:: About this exercise ::
Output exactly the lines below, starting with the line that has "repository fcbcdbe4d4f66298" and going on through the line that has "from doseattr.core.curves.published import", both included, and no other lines.

= Beginning of Section =

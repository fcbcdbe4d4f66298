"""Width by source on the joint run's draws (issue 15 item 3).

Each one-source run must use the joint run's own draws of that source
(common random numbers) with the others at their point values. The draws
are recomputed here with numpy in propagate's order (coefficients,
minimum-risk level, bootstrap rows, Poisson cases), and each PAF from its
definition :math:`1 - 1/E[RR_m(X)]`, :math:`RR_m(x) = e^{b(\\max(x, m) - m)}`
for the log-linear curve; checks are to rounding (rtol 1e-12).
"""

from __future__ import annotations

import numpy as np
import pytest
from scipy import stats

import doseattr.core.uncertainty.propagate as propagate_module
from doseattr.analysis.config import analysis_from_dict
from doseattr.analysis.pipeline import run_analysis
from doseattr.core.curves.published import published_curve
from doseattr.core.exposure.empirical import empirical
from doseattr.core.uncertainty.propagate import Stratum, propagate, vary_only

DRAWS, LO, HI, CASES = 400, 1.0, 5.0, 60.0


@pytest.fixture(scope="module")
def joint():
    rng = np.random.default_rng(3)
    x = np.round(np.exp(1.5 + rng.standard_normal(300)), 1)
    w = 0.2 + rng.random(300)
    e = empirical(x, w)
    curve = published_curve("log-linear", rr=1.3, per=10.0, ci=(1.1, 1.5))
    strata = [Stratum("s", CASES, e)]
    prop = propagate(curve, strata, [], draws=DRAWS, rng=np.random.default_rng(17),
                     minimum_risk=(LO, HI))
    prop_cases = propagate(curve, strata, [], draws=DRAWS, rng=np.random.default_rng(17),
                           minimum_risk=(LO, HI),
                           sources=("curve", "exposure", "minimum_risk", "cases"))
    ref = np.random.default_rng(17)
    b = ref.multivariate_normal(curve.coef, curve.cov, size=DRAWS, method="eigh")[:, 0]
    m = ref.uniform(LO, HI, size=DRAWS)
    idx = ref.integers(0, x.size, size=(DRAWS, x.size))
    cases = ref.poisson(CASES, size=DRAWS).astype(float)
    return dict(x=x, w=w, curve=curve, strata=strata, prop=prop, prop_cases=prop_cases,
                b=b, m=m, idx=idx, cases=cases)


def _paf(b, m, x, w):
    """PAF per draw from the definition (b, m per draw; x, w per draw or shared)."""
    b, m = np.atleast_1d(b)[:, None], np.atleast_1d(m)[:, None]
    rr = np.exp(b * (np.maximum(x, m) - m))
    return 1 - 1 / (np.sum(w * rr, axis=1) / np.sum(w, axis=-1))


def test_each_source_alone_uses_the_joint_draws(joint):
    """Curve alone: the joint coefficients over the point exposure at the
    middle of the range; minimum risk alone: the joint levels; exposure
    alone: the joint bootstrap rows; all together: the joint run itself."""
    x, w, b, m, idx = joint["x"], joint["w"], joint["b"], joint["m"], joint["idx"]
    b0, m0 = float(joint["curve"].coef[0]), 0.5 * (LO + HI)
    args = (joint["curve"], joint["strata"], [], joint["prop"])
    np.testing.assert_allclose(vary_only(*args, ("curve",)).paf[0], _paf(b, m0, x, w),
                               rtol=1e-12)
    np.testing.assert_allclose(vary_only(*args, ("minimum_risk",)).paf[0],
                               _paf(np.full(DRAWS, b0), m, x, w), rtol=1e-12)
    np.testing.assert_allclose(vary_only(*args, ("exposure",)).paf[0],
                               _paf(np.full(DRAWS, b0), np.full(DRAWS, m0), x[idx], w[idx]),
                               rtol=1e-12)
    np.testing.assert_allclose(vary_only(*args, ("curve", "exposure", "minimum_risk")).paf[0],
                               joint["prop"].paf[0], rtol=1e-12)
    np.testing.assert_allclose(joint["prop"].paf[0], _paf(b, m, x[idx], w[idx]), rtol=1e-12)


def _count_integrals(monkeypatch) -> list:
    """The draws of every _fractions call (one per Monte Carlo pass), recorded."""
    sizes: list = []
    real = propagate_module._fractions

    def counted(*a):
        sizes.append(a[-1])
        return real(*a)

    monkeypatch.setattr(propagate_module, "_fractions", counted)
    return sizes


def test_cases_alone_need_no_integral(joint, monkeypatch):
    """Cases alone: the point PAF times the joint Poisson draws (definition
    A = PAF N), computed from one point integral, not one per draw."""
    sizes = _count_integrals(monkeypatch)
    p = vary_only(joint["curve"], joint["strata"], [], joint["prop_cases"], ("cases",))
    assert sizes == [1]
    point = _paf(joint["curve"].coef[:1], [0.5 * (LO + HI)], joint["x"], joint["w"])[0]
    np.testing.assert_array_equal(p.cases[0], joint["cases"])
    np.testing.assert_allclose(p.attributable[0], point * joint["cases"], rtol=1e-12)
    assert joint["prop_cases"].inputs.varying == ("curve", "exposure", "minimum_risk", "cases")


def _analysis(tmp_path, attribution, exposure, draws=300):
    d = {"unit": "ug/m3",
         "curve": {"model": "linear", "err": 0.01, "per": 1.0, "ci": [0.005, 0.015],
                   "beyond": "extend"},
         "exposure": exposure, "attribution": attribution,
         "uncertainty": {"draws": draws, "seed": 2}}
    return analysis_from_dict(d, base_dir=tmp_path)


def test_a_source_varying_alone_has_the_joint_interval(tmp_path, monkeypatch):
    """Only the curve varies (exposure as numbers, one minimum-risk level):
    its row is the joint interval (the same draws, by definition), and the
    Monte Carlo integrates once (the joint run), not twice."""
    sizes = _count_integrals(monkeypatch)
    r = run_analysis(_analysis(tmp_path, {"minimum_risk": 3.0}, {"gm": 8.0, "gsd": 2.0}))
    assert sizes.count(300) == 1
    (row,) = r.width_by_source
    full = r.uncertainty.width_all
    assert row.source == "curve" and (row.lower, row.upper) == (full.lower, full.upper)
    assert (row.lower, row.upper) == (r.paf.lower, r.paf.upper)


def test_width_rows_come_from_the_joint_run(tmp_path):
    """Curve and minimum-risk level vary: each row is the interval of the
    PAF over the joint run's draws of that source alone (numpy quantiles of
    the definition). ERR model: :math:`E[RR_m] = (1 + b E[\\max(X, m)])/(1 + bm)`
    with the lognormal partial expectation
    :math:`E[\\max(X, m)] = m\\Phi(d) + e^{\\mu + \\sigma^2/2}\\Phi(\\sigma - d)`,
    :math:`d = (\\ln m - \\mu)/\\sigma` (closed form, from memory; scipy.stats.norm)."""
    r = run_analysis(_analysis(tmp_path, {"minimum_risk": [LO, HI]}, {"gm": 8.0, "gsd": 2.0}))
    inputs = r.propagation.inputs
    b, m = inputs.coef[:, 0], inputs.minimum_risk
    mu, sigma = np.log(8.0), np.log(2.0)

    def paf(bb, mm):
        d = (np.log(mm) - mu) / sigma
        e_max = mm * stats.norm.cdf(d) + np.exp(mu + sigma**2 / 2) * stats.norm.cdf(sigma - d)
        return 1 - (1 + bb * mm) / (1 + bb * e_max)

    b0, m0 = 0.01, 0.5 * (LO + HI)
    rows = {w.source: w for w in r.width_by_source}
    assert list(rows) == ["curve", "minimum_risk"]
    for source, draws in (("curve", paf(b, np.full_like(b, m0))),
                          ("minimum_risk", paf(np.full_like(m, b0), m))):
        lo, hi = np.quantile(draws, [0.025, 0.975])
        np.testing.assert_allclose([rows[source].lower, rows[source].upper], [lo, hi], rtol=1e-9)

= End of Section =
= Beginning of Section =

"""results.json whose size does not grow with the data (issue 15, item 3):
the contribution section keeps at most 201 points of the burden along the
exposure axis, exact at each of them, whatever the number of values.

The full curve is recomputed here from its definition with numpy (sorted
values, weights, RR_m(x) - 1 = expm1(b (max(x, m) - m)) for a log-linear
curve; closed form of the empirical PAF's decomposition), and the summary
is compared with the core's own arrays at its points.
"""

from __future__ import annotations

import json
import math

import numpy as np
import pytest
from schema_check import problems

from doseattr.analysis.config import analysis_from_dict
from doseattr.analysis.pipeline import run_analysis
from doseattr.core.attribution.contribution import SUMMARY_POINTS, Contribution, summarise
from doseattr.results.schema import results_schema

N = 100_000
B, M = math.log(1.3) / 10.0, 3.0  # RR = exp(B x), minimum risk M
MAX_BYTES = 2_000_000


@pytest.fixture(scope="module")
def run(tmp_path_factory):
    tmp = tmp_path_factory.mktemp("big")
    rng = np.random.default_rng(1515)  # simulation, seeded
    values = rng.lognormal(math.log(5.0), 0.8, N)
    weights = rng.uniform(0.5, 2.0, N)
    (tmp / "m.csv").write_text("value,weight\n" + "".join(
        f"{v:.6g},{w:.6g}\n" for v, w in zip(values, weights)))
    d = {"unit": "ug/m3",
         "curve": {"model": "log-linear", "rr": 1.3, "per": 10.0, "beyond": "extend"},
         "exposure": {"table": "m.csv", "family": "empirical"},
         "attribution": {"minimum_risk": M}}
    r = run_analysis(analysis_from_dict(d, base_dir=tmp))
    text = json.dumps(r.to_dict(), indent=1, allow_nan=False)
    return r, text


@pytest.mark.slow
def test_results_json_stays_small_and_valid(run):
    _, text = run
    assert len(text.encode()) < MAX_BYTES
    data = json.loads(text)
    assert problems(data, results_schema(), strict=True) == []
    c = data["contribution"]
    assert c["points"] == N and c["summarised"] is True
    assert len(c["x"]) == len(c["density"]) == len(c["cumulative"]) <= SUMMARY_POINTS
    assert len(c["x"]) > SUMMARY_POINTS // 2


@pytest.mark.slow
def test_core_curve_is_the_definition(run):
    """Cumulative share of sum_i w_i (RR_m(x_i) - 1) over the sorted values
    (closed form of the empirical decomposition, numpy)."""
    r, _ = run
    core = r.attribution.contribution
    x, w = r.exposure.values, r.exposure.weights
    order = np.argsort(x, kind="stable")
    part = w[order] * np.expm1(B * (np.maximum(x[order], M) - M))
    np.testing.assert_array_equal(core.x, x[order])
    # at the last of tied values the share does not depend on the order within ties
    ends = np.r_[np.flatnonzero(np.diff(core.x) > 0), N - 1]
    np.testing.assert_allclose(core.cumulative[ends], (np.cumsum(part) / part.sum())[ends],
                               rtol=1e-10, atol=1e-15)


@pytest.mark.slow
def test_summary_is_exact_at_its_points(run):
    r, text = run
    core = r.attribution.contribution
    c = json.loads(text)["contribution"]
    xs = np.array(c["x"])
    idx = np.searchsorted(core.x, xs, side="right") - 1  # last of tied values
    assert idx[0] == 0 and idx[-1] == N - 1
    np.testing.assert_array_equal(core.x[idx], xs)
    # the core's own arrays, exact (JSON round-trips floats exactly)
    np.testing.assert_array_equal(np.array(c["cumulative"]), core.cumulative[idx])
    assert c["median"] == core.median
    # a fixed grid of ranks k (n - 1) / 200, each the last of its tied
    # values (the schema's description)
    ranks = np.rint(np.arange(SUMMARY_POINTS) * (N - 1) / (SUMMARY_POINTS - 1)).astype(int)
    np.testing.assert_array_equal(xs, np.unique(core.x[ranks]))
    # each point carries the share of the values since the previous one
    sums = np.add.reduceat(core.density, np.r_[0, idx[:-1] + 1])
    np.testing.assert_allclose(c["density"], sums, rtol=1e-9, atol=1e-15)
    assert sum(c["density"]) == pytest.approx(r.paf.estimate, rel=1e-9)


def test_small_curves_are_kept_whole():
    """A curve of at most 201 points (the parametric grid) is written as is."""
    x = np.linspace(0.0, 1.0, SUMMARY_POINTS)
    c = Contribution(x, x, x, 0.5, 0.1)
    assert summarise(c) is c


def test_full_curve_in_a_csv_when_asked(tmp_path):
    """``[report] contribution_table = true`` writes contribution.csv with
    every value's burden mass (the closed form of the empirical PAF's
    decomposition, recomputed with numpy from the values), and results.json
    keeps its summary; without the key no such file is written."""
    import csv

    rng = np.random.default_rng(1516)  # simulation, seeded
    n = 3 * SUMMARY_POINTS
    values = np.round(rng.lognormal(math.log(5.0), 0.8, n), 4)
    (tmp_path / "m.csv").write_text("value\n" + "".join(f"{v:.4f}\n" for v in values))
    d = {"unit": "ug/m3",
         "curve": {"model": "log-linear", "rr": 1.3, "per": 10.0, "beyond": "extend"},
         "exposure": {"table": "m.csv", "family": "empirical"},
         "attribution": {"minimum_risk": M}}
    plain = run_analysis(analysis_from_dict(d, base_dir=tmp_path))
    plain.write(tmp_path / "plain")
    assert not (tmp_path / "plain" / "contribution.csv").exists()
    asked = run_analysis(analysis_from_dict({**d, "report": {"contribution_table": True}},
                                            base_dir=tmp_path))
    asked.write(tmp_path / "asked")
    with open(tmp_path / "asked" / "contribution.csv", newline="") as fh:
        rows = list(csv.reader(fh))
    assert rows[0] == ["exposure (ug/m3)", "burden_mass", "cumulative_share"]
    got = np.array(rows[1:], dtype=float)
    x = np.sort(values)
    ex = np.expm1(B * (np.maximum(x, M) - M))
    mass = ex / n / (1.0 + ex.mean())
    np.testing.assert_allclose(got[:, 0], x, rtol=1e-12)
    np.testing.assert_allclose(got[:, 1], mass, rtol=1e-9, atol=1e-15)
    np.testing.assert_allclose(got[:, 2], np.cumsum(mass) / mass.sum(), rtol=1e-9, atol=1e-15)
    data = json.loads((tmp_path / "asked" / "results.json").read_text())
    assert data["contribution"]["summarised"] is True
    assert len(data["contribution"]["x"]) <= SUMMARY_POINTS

= End of Section =

:: Written solution ::
repository fcbcdbe4d4f66298
"""Width by source on the joint run's draws (issue 15 item 3).

Each one-source run must use the joint run's own draws of that source
(common random numbers) with the others at their point values. The draws
are recomputed here with numpy in propagate's order (coefficients,
minimum-risk level, bootstrap rows, Poisson cases), and each PAF from its
definition :math:`1 - 1/E[RR_m(X)]`, :math:`RR_m(x) = e^{b(\\max(x, m) - m)}`
for the log-linear curve; checks are to rounding (rtol 1e-12).
"""

from __future__ import annotations

import numpy as np
import pytest
from scipy import stats

import doseattr.core.uncertainty.propagate as propagate_module
from doseattr.analysis.config import analysis_from_dict
from doseattr.analysis.pipeline import run_analysis
from doseattr.core.curves.published import published_curve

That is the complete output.